I just tried to embrace the excitement as much as I could in the months leading up to the big day. And as the days grew shorter, and the wedding grew closer, I mentally prepared myself through self-care practices like yoga and journaling.

Feeling more in control of my emotions meant I could enjoy the lead-up activities, like the hen do and bridesmaid fittings, and not feel as anxious all the time. 

Finally, November 5 arrived and I managed better than I thought I would. I took the day hour-by-hour, and made a conscious effort to distract myself from symptoms by making myself busy with additional bridesmaid duties – like making sure her flower girl was ready and the photographer was looked after.

However, I felt so relieved once the day was over, and the pressure was off. The energy I had to muster up to perform my bridesmaid duties and support my friend on the day was exhausting – but I did it.

Lara Rodwell - When my friend asked me to be a bridesmaid, I was desparate to say no
I hope to keep getting better at setting boundaries like this to prevent SAD from taking over my life completely (Picture: Lara Rodwell)

Since then though, I’ve become a lot more assertive and less of a ‘people-pleaser’ in my friendships because I’ve realised that forcing myself to do things when I don’t feel able to is simply not worth the stress.

Now, if I can avoid committing to plans, or unnecessary pressure during these darker months, I will.

Like when my friendship group recently suggested going on a girls trip to Bath in December – I genuinely couldn’t think of anything worse than a city break in winter – so I politely declined and explained why.

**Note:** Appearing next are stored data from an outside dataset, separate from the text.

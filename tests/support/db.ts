import { eq } from "drizzle-orm";
import { drizzle } from "drizzle-orm/node-postgres";
import pg from "pg";
import * as schema from "../../app/db/schema";
import { hashPassword } from "../../app/auth/password.server";
import type { Role } from "../../app/auth/permissions";
import { randomUUID } from "node:crypto";

/** Direct database access for arranging and checking test state. */
export const pool = new pg.Pool({
  connectionString: process.env.DATABASE_URL,
  max: 2,
});
// The database-outage test stops the cluster: a lost idle connection must
// not end the test process.
pool.on("error", () => {});
export const db = drizzle(pool, { schema });
export { schema };

export async function organizationId(name: string): Promise<string> {
  const [org] = await db
    .select({ id: schema.organizations.id })
    .from(schema.organizations)
    .where(eq(schema.organizations.name, name));
  if (!org) throw new Error(`no organisation ${name}`);
  return org.id;
}

export async function userIdByEmail(email: string): Promise<string> {
  const [user] = await db
    .select({ id: schema.users.id })
    .from(schema.users)
    .where(eq(schema.users.email, email));
  if (!user) throw new Error(`no user ${email}`);
  return user.id;
}

/** A fresh organisation with one member per requested role, for tests that change things. */
export async function createOrganization(
  roles: Role[],
  password = "test-password-123",
) {
  const tag = randomUUID().slice(0, 8);
  const [org] = await db
    .insert(schema.organizations)
    .values({ name: `Test org ${tag}` })
    .returning();
  const passwordHash = await hashPassword(password);
  const members = [];
  for (const [i, role] of roles.entries()) {
    const id = randomUUID();
    const email = `${role}-${i}-${tag}@test.example`;
    await db
      .insert(schema.users)
      .values({ id, email, name: `${role} ${i} ${tag}`, passwordHash });
    await db
      .insert(schema.memberships)
      .values({ organizationId: org.id, userId: id, role });
    members.push({ id, email, role, password });
  }
  return { id: org.id, name: org.name, members };
}

export async function roleOf(
  organizationId: string,
  userId: string,
): Promise<Role | null> {
  const rows = await db
    .select({
      role: schema.memberships.role,
      org: schema.memberships.organizationId,
    })
    .from(schema.memberships)
    .where(eq(schema.memberships.userId, userId));
  return rows.find((r) => r.org === organizationId)?.role ?? null;
}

Luckily my friends are incredibly understanding and agreed to move the trip to the summer instead.

Although I feel guilty for kicking up a fuss, I feel better for asserting my needs and doing what’s best for me. I hope to keep getting better at setting boundaries like this to prevent SAD from taking over my life completely.

Part of that change has meant I’ve temporarily moved back into my family home without my boyfriend, started therapy through the NHS to help manage my symptoms, taken vitamin D daily, and created a morning routine where I get outside for at least 10 minutes.  

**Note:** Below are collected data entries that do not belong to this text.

import { execSync } from "node:child_process";
import { chromium, type Browser, type Page } from "playwright-core";
import { afterAll, beforeAll } from "vitest";
import { db, pool, schema } from "./db";

/** Debian's chromium, found on PATH; nothing downloads a browser. */
export function chromiumPath(): string {
  return execSync("command -v chromium || command -v chromium-browser", {
    shell: "/bin/bash",
    encoding: "utf8",
  }).trim();
}

export function launchBrowser(): Promise<Browser> {
  return chromium.launch({
    executablePath: chromiumPath(),
    args: [
      "--headless",
      "--no-sandbox",
      "--disable-gpu",
      "--disable-quic",
      "--no-first-run",
      "--disable-background-networking",
      "--disable-component-update",
      "--disable-sync",
    ],
  });
}

/**
 * One Chromium for a test file: launched before its tests with a clean slate
 * of sign-in attempts (so one file's throttles do not reach the next), closed
 * after them with the file's database pool. Read `.browser` inside tests.
 */
export function chromiumForFile(): { readonly browser: Browser } {
  const handle: { browser: Browser | null } = { browser: null };
  beforeAll(async () => {
    await db.delete(schema.signInAttempts);
    handle.browser = await launchBrowser();
  });
  afterAll(async () => {
    await handle.browser?.close();
    await pool.end();
  });
  return {
    get browser() {
      if (!handle.browser) throw new Error("the browser is not launched yet");
      return handle.browser;
    },
  };
}

/**
 * A new page signed in through the sign-in form, as a person would, landed
 * on their organisation. `password` defaults to the demo password.
 */
export async function signInPage(
  browser: Browser,
  baseUrl: string,
  member: { email: string; password?: string },
  options: { viewport?: { width: number; height: number } } = {},
): Promise<Page> {
  const page = await browser.newPage({
    viewport: options.viewport ?? { width: 1280, height: 900 },
    acceptDownloads: true,
  });
  await page.goto(`${baseUrl}/sign-in`);
  await page.getByLabel("E-mail address").fill(member.email);
  await page
    .getByLabel("Password")
    .fill(member.password ?? "larchmere-demo-2026");
  await page.getByRole("button", { name: "Sign in" }).click();
  await page.waitForURL(/\/o\/[0-9a-f-]{36}$/);
  return page;
}

/** The shell's main navigation as shown (desktop sidebar or open menu). */
export const mainNav = (page: Page) =>
  page.getByRole("navigation", { name: "Main" }).filter({ visible: true });

/**
 * Scrolls to each chart drawn only once in view (app/components/when-in-view.tsx)
 * and waits until it is drawn, so a test reads the whole page as a reader
 * who scrolled through it would see it.
 */
export async function drawChartsBelowTheFold(page: Page): Promise<void> {
  const waiting = page.locator('[data-when-in-view="waiting"]');
  for (let left = await waiting.count(); left > 0;) {
    await waiting.first().scrollIntoViewIfNeeded();
    await page.waitForFunction(
      (before) =>
        document.querySelectorAll('[data-when-in-view="waiting"]').length <
        before,
      left,
    );
    left = await waiting.count();
  }
}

All this helps me feel in control and keeps the grey cloud that usually hovers over my head this time of year at bay.  

Now, when the sun sets at 5pm and that familiar pang of depression hits, I’ll take a deep breath and reassure myself that I am making progress. 

‘I can always embrace daylight tomorrow,’ I’ll tell myself. Because sometimes you really do have to take things one day at a time.